(Stored data entries)
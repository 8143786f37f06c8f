// @vitest-environment happy-dom
import { cleanup, render, screen, within } from '@testing-library/react';
import { afterEach, describe, expect, it, vi } from 'vitest';
import type { ApiResult } from '../../src-main/api/define.ts';
import { createClient } from '../../src-renderer/client/client.ts';
import { Models } from '../../src-renderer/screens/Models.tsx';
import { createAppStore, StoreContext } from '../../src-renderer/state/store.ts';
import { modelWords } from '../../src-main/core/models/model-words.ts';

// uPlot draws on a canvas, which happy-dom lacks (notes/toolchain.md).
vi.mock('uplot', () => ({ default: class { static paths = { bars: () => () => null }; destroy() {} } }));
vi.mock('uplot/dist/uPlot.min.css', () => ({}));

afterEach(cleanup);

const origin = {
  source: 'cluster', engine: 'Spark ALS', importedAt: Date.UTC(2026, 11, 4), savedAt: Date.UTC(2026, 11, 3), sparkVersion: '3.5.1', rank: 128,
  regParam: 0.05, alpha: 10, maxIter: 10, exportedAt: Date.UTC(2026, 11, 2), customersFoldedIn: 0, itemsWithoutFactors: 0,
  description: 'trained on a cluster (Spark 3.5.1 ALS), imported 2026-12-04, rank 128',
};
const model = (kind: string, stale: boolean, from: typeof origin | null) => ({
  id: kind.length, kind, params: {}, trainedAt: Date.UTC(2026, 11, 3), trainMs: 1200, iterations: null, losses: [], notes: [], stale,
  sizeBytes: 10, evaluation: null, tuning: null, tuningNotes: [], origin: from,
});

function renderWith(models: unknown[]) {
  const client = createClient(async (method): Promise<ApiResult<unknown>> => {
    if (method === 'models.list') return { ok: true, value: { models, hybrid: null } };
    if (method === 'evaluate.latest') return { ok: true, value: { evaluation: null } };
    return { ok: false, error: { code: 'input', message: method } };
  });
  render(
    <StoreContext.Provider value={createAppStore(client)}>
      <Models />
    </StoreContext.Provider>,
  );
}

describe('models screen, a model imported from a cluster', () => {
  it('says where it came from, and that it is out of date once the data moved on', async () => {
    renderWith([model('ials', true, origin), model('content', false, null)]);
    const region = await screen.findByRole('region', { name: 'Trained models' });
    const rows = await within(region).findAllByRole('row');
    const ials = rows.find((r) => r.textContent?.startsWith(modelWords('ials')))!;
    expect(ials.textContent).toContain('Trained on a cluster (Spark 3.5.1 ALS), imported 2026-12-04, rank 128');
    expect(ials.textContent).toContain('Out of date: the data changed since the signals were exported; export and fit again');
    const content = rows.find((r) => r.textContent?.startsWith(modelWords('content')))!;
    expect(content.textContent).toContain('Current');
    expect(content.textContent).not.toContain('cluster');
  });
});
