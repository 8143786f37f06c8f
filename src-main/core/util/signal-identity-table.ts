/**
 * Signal identity (item, customer, kind, time) -> the row holding it: its row id and its current value.
 * The appending importer (store/catalogue-writes.ts) resolves repeats with it while the identity index is
 * dropped, exactly as the index's upsert would: a repeat never becomes a second row, its value replaces
 * the stored one. Open addressing with linear probing over typed arrays (load factor at most 1/2), as
 * StringIdTable: a Map keyed by a composite string would allocate one string per signal row.
 *
 * A missing time is keyed as -1, as the index keys it (`ifnull(at, -1)`, migration 004).
 */
export class SignalIdentityTable {
  #item: Int32Array;
  #customer: Int32Array;
  #kind: Uint8Array;
  #at: Float64Array;
  /** Per entry: the row id, and the value the row has after the rows seen so far. */
  #rowId: Float64Array;
  #value: Float64Array;
  /** Per entry: 1 when `value` was changed since `add` (the stored row needs an UPDATE). */
  #changed: Uint8Array;
  /** Per slot: entry index + 1 (0 = empty). */
  #slots: Int32Array;
  #mask: number;
  #size = 0;
  /** The slot where the last missed `find` stopped: `add` right after it fills that slot. */
  #missSlot = -1;

  constructor(expected = 16) {
    const n = Math.max(16, expected);
    this.#item = new Int32Array(n);
    this.#customer = new Int32Array(n);
    this.#kind = new Uint8Array(n);
    this.#at = new Float64Array(n);
    this.#rowId = new Float64Array(n);
    this.#value = new Float64Array(n);
    this.#changed = new Uint8Array(n);
    let slots = 16;
    while (slots < n * 2) slots *= 2;
    this.#slots = new Int32Array(slots);
    this.#mask = slots - 1;
  }

  get size(): number {
    return this.#size;
  }

  /** The entry of this identity, or -1. `at` NaN (no time) is keyed as -1. Row ids and times are integers. */
  find(item: number, customer: number, kind: number, at: number): number {
    const t = at === at ? at : -1;
    const slots = this.#slots;
    const mask = this.#mask;
    for (let s = hash(item, customer, kind, t) & mask; ; s = (s + 1) & mask) {
      const e = slots[s]! - 1;
      if (e < 0) {
        this.#missSlot = s;
        return -1;
      }
      if (this.#item[e] === item && this.#customer[e] === customer && this.#kind[e] === kind && this.#at[e] === t) return e;
    }
  }

  /** Adds an identity that `find` just missed (the call right before this one, with the same key). */
  add(item: number, customer: number, kind: number, at: number, rowId: number, value: number): number {
    if (this.#missSlot < 0) throw new RangeError('add() must follow a find() that missed');
    const e = this.#size++;
    if (e === this.#item.length) this.#growEntries();
    this.#item[e] = item;
    this.#customer[e] = customer;
    this.#kind[e] = kind;
    this.#at[e] = at === at ? at : -1;
    this.#rowId[e] = rowId;
    this.#value[e] = value;
    this.#slots[this.#missSlot] = e + 1;
    this.#missSlot = -1;
    if (this.#size * 2 > this.#slots.length) this.#rehash();
    return e;
  }

  value(e: number): number {
    return this.#value[e]!;
  }

  rowId(e: number): number {
    return this.#rowId[e]!;
  }

  /** Gives entry `e` a new value (a repeat whose value differs), to be written back by `eachChanged`. */
  setValue(e: number, value: number): void {
    this.#value[e] = value;
    this.#changed[e] = 1;
  }

  /** Calls `f(rowId, value)` for every entry whose value was changed by `setValue`. */
  eachChanged(f: (rowId: number, value: number) => void): void {
    for (let e = 0; e < this.#size; e++) if (this.#changed[e] === 1) f(this.#rowId[e]!, this.#value[e]!);
  }

  #growEntries(): void {
    const n = this.#item.length * 2;
    const grow = <T extends Int32Array | Uint8Array | Float64Array>(a: T, make: (n: number) => T): T => {
      const b = make(n);
      b.set(a);
      return b;
    };
    this.#item = grow(this.#item, (k) => new Int32Array(k));
    this.#customer = grow(this.#customer, (k) => new Int32Array(k));
    this.#kind = grow(this.#kind, (k) => new Uint8Array(k));
    this.#at = grow(this.#at, (k) => new Float64Array(k));
    this.#rowId = grow(this.#rowId, (k) => new Float64Array(k));
    this.#value = grow(this.#value, (k) => new Float64Array(k));
    this.#changed = grow(this.#changed, (k) => new Uint8Array(k));
  }

  #rehash(): void {
    const slots = new Int32Array(this.#slots.length * 2);
    const mask = slots.length - 1;
    for (let e = 0; e < this.#size; e++) {
      let s = hash(this.#item[e]!, this.#customer[e]!, this.#kind[e]!, this.#at[e]!) & mask;
      while (slots[s] !== 0) s = (s + 1) & mask;
      slots[s] = e + 1;
    }
    this.#slots = slots;
    this.#mask = mask;
  }
}

/**
 * Mixes the four key parts into 32 bits: multiply-xorshift rounds with the constants of MurmurHash3's
 * finaliser (Appleby), the time split into its low and high 32 bits (times are integers below 2^53).
 */
function hash(item: number, customer: number, kind: number, at: number): number {
  let h = Math.imul(item ^ 0x9e3779b9, 0x85ebca6b);
  h = Math.imul(h ^ (h >>> 13) ^ customer, 0xc2b2ae35);
  h = Math.imul(h ^ (h >>> 16) ^ (at >>> 0), 0x85ebca6b);
  h = Math.imul(h ^ (h >>> 13) ^ Math.floor(at / 4294967296) ^ (kind << 24), 0xc2b2ae35);
  return h ^ (h >>> 16);
}
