/**
 * Values echoed back in messages are cut to this many characters: enough to recognise a title or an id,
 * while a 5 MB cell cannot make a 5 MB message (nor a 5 MB row in the stored import log). Common practice,
 * no source: about one terminal line.
 */
export const MESSAGE_VALUE_CHARS = 80;

/** `s` cut to `max` characters, the cut marked with '…' (the mark counts towards `max`). */
export function cut(s: string, max = MESSAGE_VALUE_CHARS): string {
  return s.length > max ? `${s.slice(0, max - 1)}…` : s;
}

/** A user's value quoted for a message: 'Moss Lantern', cut as `cut` does. */
export function quote(s: string): string {
  return `'${cut(s)}'`;
}
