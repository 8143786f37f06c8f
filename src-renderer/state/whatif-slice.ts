import type { StateCreator } from 'zustand';
import type { ResponseOf } from '../../src-main/api/contract.ts';
import { describeError, type Client } from '../client/client.ts';
import type { AppState } from './store.ts';

export type WhatIf = ResponseOf<'shelf.whatif'>;
export type WhatIfCandidate = WhatIf['candidates'][number];

export interface WhatIfSlice {
  whatif: {
    /** `edition/shelf/slot` the candidates were computed for. */
    key: string | null;
    result: WhatIf | null;
    loading: boolean;
    error: string | null;
    /** The candidate under the pointer or keyboard focus: the meter shows its deltas. */
    focus: string | null;
  };
  loadWhatIf(slot: number, n?: number): Promise<void>;
  focusCandidate(item: string | null): void;
}

export function createWhatIfSlice(client: Client): StateCreator<AppState, [], [], WhatIfSlice> {
  // Only the latest request may land: an earlier one (another slot, or this slot before an action) can answer last.
  let latest = 0;
  return (set, get) => ({
    whatif: { key: null, result: null, loading: false, error: null, focus: null },
    async loadWhatIf(slot, n = 200) {
      const c = get().curation;
      if (!c.edition || !c.shelf) return;
      const key = `${c.edition.label}/${c.shelf}/${slot}`;
      const ticket = ++latest;
      // Another slot's candidates are not shown under this slot while its own are ranked.
      set((s) => ({ whatif: { ...s.whatif, key, result: s.whatif.key === key ? s.whatif.result : null, loading: true, error: null } }));
      try {
        const result = await client.call('shelf.whatif', { edition: c.edition.label, shelf: c.shelf, slot, n });
        if (ticket === latest) set((s) => ({ whatif: { ...s.whatif, result, loading: false } }));
      } catch (e) {
        if (ticket === latest) set((s) => ({ whatif: { ...s.whatif, result: null, loading: false, error: describeError(e) } }));
      }
    },
    focusCandidate(item) {
      set((s) => ({ whatif: { ...s.whatif, focus: item } }));
    },
  });
}
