import fs from 'node:fs';
import os from 'node:os';
import path from 'node:path';
import { afterAll, describe, expect, it } from 'vitest';
import { planDist } from '../../src-main/shell/packaging/dist-plan.ts';

/** A project folder with the real electron-builder.yml and, optionally, an installed Electron. */
const roots: string[] = [];
function project(electron: 'none' | 'package-only' | 'binary'): string {
  const root = fs.mkdtempSync(path.join(os.tmpdir(), 'shelfwright-dist-'));
  roots.push(root);
  fs.copyFileSync(path.resolve(import.meta.dirname, '../../electron-builder.yml'), path.join(root, 'electron-builder.yml'));
  if (electron !== 'none') {
    const dir = path.join(root, 'node_modules', 'electron');
    fs.mkdirSync(dir, { recursive: true });
    fs.writeFileSync(path.join(dir, 'package.json'), JSON.stringify({ name: 'electron', version: '45.5.0' }));
    if (electron === 'binary') {
      fs.writeFileSync(path.join(dir, 'path.txt'), 'electron');
      fs.mkdirSync(path.join(dir, 'dist'));
      fs.writeFileSync(path.join(dir, 'dist', 'electron'), '');
    }
  }
  return root;
}
afterAll(() => roots.forEach((r) => fs.rmSync(r, { recursive: true, force: true })));

describe('npm run dist decides what it can build', () => {
  it('builds the web shell and says plainly why the desktop packages were not built without Electron\'s binary', () => {
    for (const kind of ['none', 'package-only'] as const) {
      const plan = planDist(project(kind), 'linux');
      expect(plan.builderArgs).toBeNull();
      expect(plan.targets).toEqual(['AppImage', 'deb']);
      expect(plan.desktopNote).toMatch(/^desktop packages \(AppImage, deb\): NOT built — Electron's binary is not installed here/);
      expect(plan.desktopNote).toContain('node node_modules/electron/install.js');
    }
  });

  it('packages with the local Electron (no download of it) where its binary is installed', () => {
    const root = project('binary');
    const plan = planDist(root, 'linux');
    expect(plan.builderArgs).toEqual(['--linux', `-c.electronDist=${path.join(root, 'node_modules', 'electron', 'dist')}`, '-c.electronVersion=45.5.0']);
    expect(planDist(root, 'win32').targets).toEqual(['nsis']);
    expect(planDist(root, 'darwin').targets).toEqual(['dmg']);
  });
});
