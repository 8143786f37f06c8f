/**
 * The curation use cases: editions, shelves, editorial actions with undo and redo, publish and compare.
 * Every write is one transaction: the log entry, the materialised bans and boosts, the lock flag and the
 * re-filled slots commit together or not at all (better-sqlite3 docs/api.md, .transaction).
 */
import { meterEdition } from '../../core/curation/edition-meter.ts';
import type { EditionMeter, RuleViolation } from '../../core/curation/types.ts';
import { isDeepStrictEqual } from 'node:util';
import { InputError, NotFoundError } from '../../core/errors.ts';
import {
  carriesTo,
  checkAction,
  checkScope,
  editionWide,
  ruleKey,
  compareEditions,
  titlesOn,
  doAction,
  redo as redoLog,
  replay,
  undo as undoLog,
  emptyEdits,
  type EditAction,
  type EditRecord,
  type Edited,
  type ListAround,
  type EditionSnapshot,
  type ShelfDiff,
  type ShelfEdits,
} from '../../core/editing/index.ts';
import { parseBrief, withDefaultWeights, type BriefRequest } from '../../core/editing/brief-schema.ts';
import { catalogueNames, checkBriefNames, checkName, type CatalogueNames } from '../../core/curation/brief-names.ts';
import { targetProblem, type LooseTargets } from '../../core/curation/readings.ts';
import type { Item } from '../../core/types.ts';
import type { EditionRepo, Edition } from '../../store/editions.ts';
import type { EditorialRepo } from '../../store/editorial-actions.ts';
import type { ItemRepo } from '../../store/items.ts';
import type { ShelfRepo, Shelf } from '../../store/shelves.ts';
import type { Db } from '../../store/workspace.ts';
import { aimByName } from './group-aim.ts';
import { dialsFor } from './brief-dials.ts';
import { dateMs } from '../../store/editions.ts';
import { curationRepos } from './repos.ts';
import { fillAndMeter, frozenDense, readShelf, type FilledShelf, type FillMode } from './shelf-fill.ts';
import { listChanges, type ListChanges } from '../../core/curation/stable-fill.ts';
import { editionSnapshot, publishEdition } from './publish.ts';
import { actionViews, changesView, shelfView, type EditionView, type ShelfView } from './views.ts';
import { shelfWhatIf, type WhatIfView } from './whatif.ts';
import { loadWorld, noModels, type CurationWorld, type ModelSource } from './world.ts';

/** An action as the editor names it: items by external id, slots 1-based. */
export type ActionRequest =
  | { kind: 'pin'; slot: number; item: string }
  | { kind: 'unpin'; slot: number }
  /** `scope`: shelf, edition, later, always or until:YYYY-MM-DD (core/editing/ban-scope.ts). */
  | { kind: 'ban'; item: string; scope: string }
  | { kind: 'banRule'; facet: 'category' | 'supplier' | 'tag'; value: string; scope: string }
  | { kind: 'unbanRule'; facet: 'category' | 'supplier' | 'tag'; value: string }
  | { kind: 'boost'; item: string; factor: number }
  | { kind: 'lock' }
  | { kind: 'unlock' }
  | { kind: 'move'; from: number; to: number }
  | { kind: 'unban'; item: string }
  | { kind: 'refill' }
  | { kind: 'anchors'; anchors: number[] };

/** How #refillEdition fills: the target afresh, or every shelf stably (with the lists an undo restores). */
interface RefillHow {
  start: 'over' | 'stable';
  rescored?: { item: number; direction: 'up' | 'down' };
  restore?: Record<string, ListAround>;
}

function sameList(a: readonly (number | null)[], b: readonly (number | null)[]): boolean {
  return a.length === b.length && a.every((x, k) => x === b[k]);
}
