import type { StateCreator } from 'zustand';
import type { RequestOf, ResponseOf } from '../../src-main/api/contract.ts';
import { describeError, type Client } from '../client/client.ts';
import type { AppState } from './store.ts';

export type ImportPreview = ResponseOf<'import.preview'>;
export type ImportReport = ResponseOf<'import.run'>;
export type ImportTarget = RequestOf<'import.run'>['target'];
export type SignalKind = NonNullable<RequestOf<'import.run'>['kind']>;
/** How to read the file: columns for fields, and (signals without a kind column) the kind of every row. */
export interface ImportChoices {
  mapping?: Record<string, string>;
  kind?: SignalKind;
}
/** A path on the main side's machine (Electron only), a small file's content, or a big file streamed ahead (`client.upload`). */
export type ImportSource = { file: string } | { fileName: string; content: string } | { upload: string };

export interface ImportSlice {
  importer: {
    preview: ImportPreview | null;
    report: ImportReport | null;
    busy: boolean;
    error: string | null;
  };
  previewImport(source: ImportSource, target: ImportTarget, choices?: ImportChoices): Promise<void>;
  runImport(source: ImportSource, target: ImportTarget, choices: ImportChoices): Promise<void>;
  resetImport(): void;
  /** Streams a big file to the main side; the source to preview and import it by, or null (error shown). */
  stageUpload(file: File): Promise<ImportSource | null>;
  /** Whether this shell can take a streamed file (else a big file is imported by its path). */
  canStageUploads: boolean;
}

export function createImportSlice(client: Client): StateCreator<AppState, [], [], ImportSlice> {
  return (set, get) => {
    const put = (p: Partial<ImportSlice['importer']>) => set((s) => ({ importer: { ...s.importer, ...p } }));
    return {
      importer: { preview: null, report: null, busy: false, error: null },
      async previewImport(source, target, choices = {}) {
        put({ busy: true, error: null, report: null });
        try {
          const preview = await client.call('import.preview', { ...source, target, ...choices });
          put({ preview, busy: false });
        } catch (e) {
          put({ preview: null, busy: false, error: describeError(e) });
        }
      },
      async runImport(source, target, choices) {
        put({ busy: true, error: null });
        try {
          const report = await client.call('import.run', { ...source, target, ...choices });
          put({ report, busy: false });
          if (report.committed && target === 'items') get().forgetPictures(); // pictures may have changed
          // Counts, freshness and model staleness all follow the data.
          await Promise.all([get().loadWorkspace(), get().loadStats()]);
        } catch (e) {
          put({ busy: false, error: describeError(e) });
        }
      },
      resetImport() {
        put({ preview: null, report: null, error: null, busy: false });
      },
      canStageUploads: client.upload !== undefined,
      async stageUpload(file) {
        if (!client.upload) return null;
        put({ busy: true, error: null, preview: null, report: null });
        try {
          const staged = await client.upload(file);
          put({ busy: false });
          return { upload: staged.upload };
        } catch (e) {
          put({ busy: false, error: describeError(e) });
          return null;
        }
      },
    };
  };
}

◆ Brief:
Starting at the first line of the records, print each line exactly, stopping after the line that contains "if (method === 'evaluate.latest')".

◆ Exercise response:
repository 8143786f37f06c8f
// @vitest-environment happy-dom
import { cleanup, render, screen, within } from '@testing-library/react';
import { afterEach, describe, expect, it, vi } from 'vitest';
import type { ApiResult } from '../../src-main/api/define.ts';
import { createClient } from '../../src-renderer/client/client.ts';
import { Models } from '../../src-renderer/screens/Models.tsx';
import { createAppStore, StoreContext } from '../../src-renderer/state/store.ts';
import { modelWords } from '../../src-main/core/models/model-words.ts';

// uPlot draws on a canvas, which happy-dom lacks (notes/toolchain.md).
vi.mock('uplot', () => ({ default: class { static paths = { bars: () => () => null }; destroy() {} } }));
vi.mock('uplot/dist/uPlot.min.css', () => ({}));

afterEach(cleanup);

const origin = {
  source: 'cluster', engine: 'Spark ALS', importedAt: Date.UTC(2026, 11, 4), savedAt: Date.UTC(2026, 11, 3), sparkVersion: '3.5.1', rank: 128,
  regParam: 0.05, alpha: 10, maxIter: 10, exportedAt: Date.UTC(2026, 11, 2), customersFoldedIn: 0, itemsWithoutFactors: 0,
  description: 'trained on a cluster (Spark 3.5.1 ALS), imported 2026-12-04, rank 128',
};
const model = (kind: string, stale: boolean, from: typeof origin | null) => ({
  id: kind.length, kind, params: {}, trainedAt: Date.UTC(2026, 11, 3), trainMs: 1200, iterations: null, losses: [], notes: [], stale,
  sizeBytes: 10, evaluation: null, tuning: null, tuningNotes: [], origin: from,
});

function renderWith(models: unknown[]) {
  const client = createClient(async (method): Promise<ApiResult<unknown>> => {
    if (method === 'models.list') return { ok: true, value: { models, hybrid: null } };
    if (method === 'evaluate.latest') return { ok: true, value: { evaluation: null } };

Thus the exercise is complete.